Когда нас держат - страница 2
Отец его отказался от моря ради полей. Что моряк, что земледелец – какая свобода ведома была его отцу или деду? Свобода того, кто горбатится, сея собственный урожай.
Когда Джон вообще вспоминал отца, ему удавалось припомнить словно бы лишь обрывки – чувство глубокое, но кусками – мгновенья вместе, даже не целые дни. Годы, вся жизнь – ныне лишь эта горсть, это полное сердце.
Байки, рассказанные на поле битвы, на спасательном плоту, в палате госпиталя ночью. В кафе, что исчезнет к утру. Кто-то подслушивает. Кто-то слушает, внимательно, всем своим сердцем. Никто не слушает. Байка, рассказанная тому, кто соскальзывает в сон – или в бессознательность, чтоб не проснуться уже никогда. Байка, рассказанная тому, кто выживет, кто расскажет эту байку ребенку, кто запишет ее в книжку, чтобы читала ее женщина в той стране или времени, что не ее страна или время. Байка, рассказанная самому себе. Пылкая исповедь. Извилистый, однообразный поиск смысла в жесте, в том миге, что всю жизнь избегал понимания говорившего. Байки невнятные для слушателя, однако все равно получаемые – тьмою, ветром, местом, невоспринимающей или не воспринятой жалостью, даже безразличьем.
Даваемое нами у нас не отнять.
Уже было поздно. Снаружи трактира виднелся лишь тусклый свет станции да звезды за ним.
Джон не мог объяснить того, что чувствовал, – казалось, они с Хеленой уже бывали тут раньше, разыгрывали что-то, а все, о чем говорили они, было как-то предначертано. Джон чувствовал, что, вернись он в трактир назавтра, здания б там не оказалось и ее б не существовало.
Он сказал, что дождется с нею следующего поезда. Интересно, думал он, почему она его не боится, чужака в этой глуши. Он сам ее немного боялся.
Внутри, в теплом трактире, беседовали они о повторных возможностях.
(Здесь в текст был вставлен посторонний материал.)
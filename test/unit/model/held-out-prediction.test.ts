import { expect } from 'chai';
import { discover } from '../../../shared/math/discover.js';
import type { Recording } from '../../../shared/math/recording.js';
import { workOutModelDetails } from '../../../shared/model/model-details.js';
import { modelDocumentFromDiscovery } from '../../../shared/model/model-document.js';
import type { ModelValidation } from '../../../shared/schemas/model-validation.js';
import { sweepSettingsSchema, type DerivativeSettings } from '../../../shared/schemas/sweep-description.js';
import { doublePendulumTorques, forcesOf } from '../../support/mechanisms/forcing.js';
import { doublePendulum } from '../../support/mechanisms/handbook-mechanisms.js';
import { simulateRecording } from '../../support/mechanisms/simulate-recording.js';

/*
 * The whole product path on a mechanism of our own parameters: a model is discovered from ONE forced recording
 * of the double pendulum (Landau & Lifshitz, Mechanics, sec. 5, problem 1, simulated from its hand-written
 * equations), turned into equations of motion, and simulated against a held-out recording of the same system
 * started elsewhere (same torques, 6 s at 100 samples/s). The expected value is the recording itself.
 */

const forces = forcesOf(...doublePendulumTorques);

function forcedRun(name: string, role: 'train' | 'validate', q0: number[], noise: { sigma: number; seed: number } | null): Recording {
  const simulated = simulateRecording(doublePendulum, {
    initial: { q: q0, dq: [0, 0] },
    duration: 6,
    sampleStep: 0.01,
    forces,
    ...(noise ? { positionNoise: noise } : {}),
  });
  return { name, role, time: simulated.time, positions: simulated.q, velocities: [null, null], forces: simulated.u };
}

function discoverAndPredict(noise: number, derivatives: DerivativeSettings): { energy: string; figures: ModelValidation } {
  const train = forcedRun('train', 'train', [0.9, -0.5], noise > 0 ? { sigma: noise, seed: 101 } : null);
  const heldOut = forcedRun('held-out', 'validate', [-0.6, 0.8], noise > 0 ? { sigma: noise, seed: 102 } : null);
  // The generator's 38 candidate terms for two angles, models of 1 to 5 terms.
  const settings = sweepSettingsSchema.parse({ coordinates: ['th1', 'th2'], generate: {}, sizes: { min: 1, max: 5 }, derivatives, top: 5 });
  const result = discover(settings, [train]);
  const document = modelDocumentFromDiscovery(result.models[0]!, settings.coordinates, {
    source: 'held-out prediction test',
    form: result.form,
    estimator: derivatives,
    recordings: [{ name: 'train', role: 'train' }],
    sweep: null,
    scores: null,
  });
  const details = workOutModelDetails(document, [heldOut], { threshold: 0.05 });
  return { energy: document.energy.expression, figures: details.validations[0]!.figures };
}

function report(label: string, figures: ModelValidation): void {
  const errors = figures.errors.map((e) => `${e.coordinate} rms ${e.rms.toExponential(2)} rad, max ${e.max.toExponential(2)} rad`).join('; ');
  const lost = figures.timeToThreshold === null ? 'never' : `${Number(figures.timeToThreshold.toFixed(3))} s`;
  console.log(`      held-out prediction (${label}), ${figures.start}-${figures.end} s: ${errors}; error above 0.05 rad after: ${lost}`);
}

describe('held-out prediction: discovered from one recording, simulated against another', function () {
  this.timeout(120_000);

  it('clean positions: the discovered double pendulum follows a held-out 6 s forced run with rms error below 1e-4 rad per angle', () => {
    const { energy, figures } = discoverAndPredict(0, { method: 'savitzky-golay', window: 9, order: 6 });
    report('clean', figures);
    expect(energy).to.contain('cos(th1 - th2)');
    expect(figures.status).to.equal('finished');
    expect(figures.end).to.equal(6);
    for (const e of figures.errors) expect(e.rms).to.be.below(1e-4);
    expect(figures.maxError).to.be.below(5e-4);
    expect(figures.timeToThreshold).to.equal(null);
  });

  it('positions with 1e-3 rad noise (Savitzky-Golay window 15, order 4): the prediction stays within 0.05 rad for at least 0.8 s', () => {
    const { figures } = discoverAndPredict(1e-3, { method: 'savitzky-golay', window: 15, order: 4 });
    report('1e-3 rad noise', figures);
    expect(figures.status).to.equal('finished');
    expect(figures.timeToThreshold).to.be.a('number').and.to.be.at.least(0.8);
  });
});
Снаружи, в холодной ночи, казалось, что они знали друг дружку всегда. Он чуть не потянулся к ее руке.
Он поймет, позднее, что есть такой миг, когда жизнь твоя должна стать твоею собственной; ты должен истребовать ее у всех прочих баек, какие тебе скармливали, какие тебе передавали или навязывали или же с какими в руках ты остался, пока кто-то другой заявил права на свои. Он уже знал, что жизнь невыбранная, оставленная позади из трусости или стыда, не увядает. А вместе этого, без исключения, расцветает буйным цветом, заращивая собой всю тропу впереди.
Это было б как шагнуть из своей одежды, думал он. Как войти в море, где уже не распознать, где начинается твоя кожа.
Прежде он никогда не задумывался, что утопление может оказаться нежной смертью. Но возможно, море в конце концов и станет лучшим местом, где умереть. Море, где, как и в памяти – записал однажды он, – неуловимость формы есть сама форма. До того мига он бы говорил, что в таком умственном отъединении есть дисциплина. Теперь же он думал: когда что-то отъединилось, оно сломано.
Невозможно именовать точный миг, когда падет ночь, неуловимый, как и тот, когда нас одолевает сон.
Та вода, которой он мылся, воняла у него в каске – лужица до того мерзкая, что не держит отражение. Как будто сама темь шептала, он мог расслышать голос Гиллиза. Поначалу Джон не знал, сам с собой Гиллиз разговаривает или же с кем-то еще, но вскорости сообразил, что слова Гиллиза предназначались ему. Где-то по пути дорожки их пересеклись. У своего отца Джон научился, что есть три вида сумерек – астрономические, навигационные, гражданские, – но в таком месте определить возраст зари было так же трудно, как и возраст человеческого лица. Гиллиз был на двенадцать лет старше Джона, и латали его уже не раз.